Write out the whole listing exactly.

===== Study material

import type { Degrees, Metres, Millimetres, MM, XY } from '../units'

/** How the ground lies on the drawing: where sheet metres fall in millimetres, and how far grid north is from true
 *  north. For print, `mmPerMetre` is 1000 / scale; on screen it follows the zoom and the size symbols are shown at. */
export interface DrawingFrame {
  /** Sheet metres at the drawing's origin. */
  origin: XY
  mmPerMetre: Millimetres
  /** Grid convergence at a place, degrees: azimuth of grid north from true north, clockwise positive. */
  convergenceAt(xy: XY): Degrees
}

/** Sheet metres → drawing millimetres. */
export const toMm = (frame: DrawingFrame, [east, north]: XY): MM => [
  (east - frame.origin[0]) * frame.mmPerMetre,
  (north - frame.origin[1]) * frame.mmPerMetre,
]

/** Scale of a printed sheet as millimetres per metre of ground. */
export const mmPerMetreAtScale = (scaleDenominator: Metres): Millimetres => 1000 / scaleDenominator
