import { ref, watch } from 'vue'
import { onBeforeRouteLeave, useRoute } from 'vue-router'
import type { Problem } from '@shared/api/problems'
import { ApiProblem } from '@/api/client'
import { useSheetStore } from '@/stores/sheet'
import { useWorkplaceStore } from '@/stores/workplace'

/** Opens the sheet that the address names, and keeps it open while one goes from place to place within it. */
export function useOpenSheet() {
  const route = useRoute()
  const sheet = useSheetStore()
  const workplace = useWorkplaceStore()
  const problem = ref<Problem | null>(null)
  /** A sentence where there was no answer at all. */
  const unreachable = ref(false)

  const numberIn = (param: unknown): string => (typeof param === 'string' ? param : '')

  async function openSheet(number: string): Promise<void> {
    if (number === '' || sheet.sheet?.number === number) return
    problem.value = null
    unreachable.value = false
    workplace.reset()
    try {
      await sheet.open(number)
    } catch (error) {
      if (error instanceof ApiProblem) problem.value = error.problem
      else unreachable.value = true
    }
  }

  watch(
    () => numberIn(route.params['sheet']),
    (number) => void openSheet(number),
    { immediate: true },
  )

  onBeforeRouteLeave((to) => {
    if (to.params['sheet'] !== sheet.sheet?.number) sheet.close()
  })

  return { problem, unreachable, retry: () => openSheet(numberIn(route.params['sheet'])) }
}
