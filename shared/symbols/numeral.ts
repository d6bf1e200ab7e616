import type { Millimetres, MM } from '../units'
import type { Ink, Mark, TextMark } from './display-list'
import { inkPoints } from './place-marks'
import { capHeight, measureText } from './text-metrics'

/** How a figure beside a symbol is set. */
export interface NumeralType {
  size: Millimetres
  weight: TextMark['weight']
  /** White space between the figure and the symbol's ink. */
  gap: Millimetres
}

/** Finest step in which a figure is moved out until it is clear. */
const STEP: Millimetres = 0.05

/** An upright figure beside a symbol: as near to it as its ink allows, straight away from `from` in one direction.
 *  @param away unit vector on the drawing: the down-dip direction, or the side of an arrow
 *  @param ink marks that the figure keeps clear of, as they lie on the drawing
 *  @param furthest distance at which the search ends, and the figure stands whatever is there */
export function numeralBeside(
  text: string,
  { from, away, ink, furthest }: { from: MM; away: MM; ink: readonly Mark[]; furthest: Millimetres },
  type: NumeralType & { ink: Ink },
): TextMark {
  const half: MM = [measureText(text, type.size, type.weight) / 2, capHeight(type.size, type.weight) / 2]
  const lines = inkPoints(ink)
  let distance = type.gap
  while (distance < furthest) {
    const middle: MM = [from[0] + away[0] * distance, from[1] + away[1] * distance]
    const isClear = lines.every(({ points, halfWidth }) => {
      const [x, y] = [half[0] + type.gap + halfWidth, half[1] + type.gap + halfWidth]
      return points.every((point, index) => !crossesBox(points[index - 1] ?? point, point, middle, [x, y]))
    })
    if (isClear) break
    distance += STEP
  }
  return {
    mark: 'text',
    text,
    at: [from[0] + away[0] * distance, from[1] + away[1] * distance],
    size: type.size,
    weight: type.weight,
    ink: type.ink,
    align: 'middle',
  }
}

/** Whether a straight piece enters a box, by clipping it against the box's four sides. Source: Liang and Barsky 1984. */
export function crossesBox(a: MM, b: MM, middle: MM, half: MM): boolean {
  let [enter, leave] = [0, 1]
  for (const axis of [0, 1] as const) {
    const start = a[axis] - middle[axis]
    const run = b[axis] - a[axis]
    if (run === 0) {
      if (Math.abs(start) >= half[axis]) return false
      continue
    }
    const [first, second] = [(-half[axis] - start) / run, (half[axis] - start) / run]
    enter = Math.max(enter, Math.min(first, second))
    leave = Math.min(leave, Math.max(first, second))
  }
  return enter < leave || (a[0] === b[0] && a[1] === b[1])
}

==========

Result of this task.
import type { Degrees, Metres, Millimetres, MM, XY } from '../units'

/** How the ground lies on the drawing: where sheet metres fall in millimetres, and how far grid north is from true
 *  north. For print, `mmPerMetre` is 1000 / scale; on screen it follows the zoom and the size symbols are shown at. */
export interface DrawingFrame {
  /** Sheet metres at the drawing's origin. */
  origin: XY
  mmPerMetre: Millimetres
  /** Grid convergence at a place, degrees: azimuth of grid north from true north, clockwise positive. */
  convergenceAt(xy: XY): Degrees
}

/** Sheet metres → drawing millimetres. */
export const toMm = (frame: DrawingFrame, [east, north]: XY): MM => [
  (east - frame.origin[0]) * frame.mmPerMetre,
  (north - frame.origin[1]) * frame.mmPerMetre,
]

/** Scale of a printed sheet as millimetres per metre of ground. */
export const mmPerMetreAtScale = (scaleDenominator: Metres): Millimetres => 1000 / scaleDenominator
import { ref, watch } from 'vue'
import { onBeforeRouteLeave, useRoute } from 'vue-router'
import type { Problem } from '@shared/api/problems'
import { ApiProblem } from '@/api/client'
import { useSheetStore } from '@/stores/sheet'
import { useWorkplaceStore } from '@/stores/workplace'

/** Opens the sheet that the address names, and keeps it open while one goes from place to place within it. */
export function useOpenSheet() {
  const route = useRoute()
  const sheet = useSheetStore()
  const workplace = useWorkplaceStore()
  const problem = ref<Problem | null>(null)
  /** A sentence where there was no answer at all. */
  const unreachable = ref(false)

  const numberIn = (param: unknown): string => (typeof param === 'string' ? param : '')

  async function openSheet(number: string): Promise<void> {
    if (number === '' || sheet.sheet?.number === number) return
    problem.value = null
    unreachable.value = false
    workplace.reset()
    try {
      await sheet.open(number)
    } catch (error) {
      if (error instanceof ApiProblem) problem.value = error.problem
      else unreachable.value = true
    }
  }

  watch(
    () => numberIn(route.params['sheet']),
    (number) => void openSheet(number),
    { immediate: true },
  )

  onBeforeRouteLeave((to) => {
    if (to.params['sheet'] !== sheet.sheet?.number) sheet.close()
  })

  return { problem, unreachable, retry: () => openSheet(numberIn(route.params['sheet'])) }
}
filename shared/symbols/numeral.ts
repository d6bf1e200ab7e616
import type { Millimetres, MM } from '../units'
import type { Ink, Mark, TextMark } from './display-list'
import { inkPoints } from './place-marks'
import { capHeight, measureText } from './text-metrics'

/** How a figure beside a symbol is set. */
export interface NumeralType {
  size: Millimetres
  weight: TextMark['weight']
  /** White space between the figure and the symbol's ink. */
  gap: Millimetres
}

/** Finest step in which a figure is moved out until it is clear. */
const STEP: Millimetres = 0.05

/** An upright figure beside a symbol: as near to it as its ink allows, straight away from `from` in one direction.
 *  @param away unit vector on the drawing: the down-dip direction, or the side of an arrow
 *  @param ink marks that the figure keeps clear of, as they lie on the drawing
 *  @param furthest distance at which the search ends, and the figure stands whatever is there */
export function numeralBeside(
  text: string,
  { from, away, ink, furthest }: { from: MM; away: MM; ink: readonly Mark[]; furthest: Millimetres },
  type: NumeralType & { ink: Ink },
): TextMark {
  const half: MM = [measureText(text, type.size, type.weight) / 2, capHeight(type.size, type.weight) / 2]
  const lines = inkPoints(ink)
  let distance = type.gap
  while (distance < furthest) {
    const middle: MM = [from[0] + away[0] * distance, from[1] + away[1] * distance]
    const isClear = lines.every(({ points, halfWidth }) => {
      const [x, y] = [half[0] + type.gap + halfWidth, half[1] + type.gap + halfWidth]
      return points.every((point, index) => !crossesBox(points[index - 1] ?? point, point, middle, [x, y]))
    })
    if (isClear) break
    distance += STEP
  }
  return {
    mark: 'text',
    text,
    at: [from[0] + away[0] * distance, from[1] + away[1] * distance],
    size: type.size,
    weight: type.weight,
    ink: type.ink,
    align: 'middle',
  }
}

/** Whether a straight piece enters a box, by clipping it against the box's four sides. Source: Liang and Barsky 1984. */
export function crossesBox(a: MM, b: MM, middle: MM, half: MM): boolean {
  let [enter, leave] = [0, 1]
  for (const axis of [0, 1] as const) {
    const start = a[axis] - middle[axis]
    const run = b[axis] - a[axis]
    if (run === 0) {
      if (Math.abs(start) >= half[axis]) return false
      continue
    }
    const [first, second] = [(-half[axis] - start) / run, (half[axis] - start) / run]
    enter = Math.max(enter, Math.min(first, second))
    leave = Math.min(leave, Math.max(first, second))
  }
  return enter < leave || (a[0] === b[0] && a[1] === b[1])
}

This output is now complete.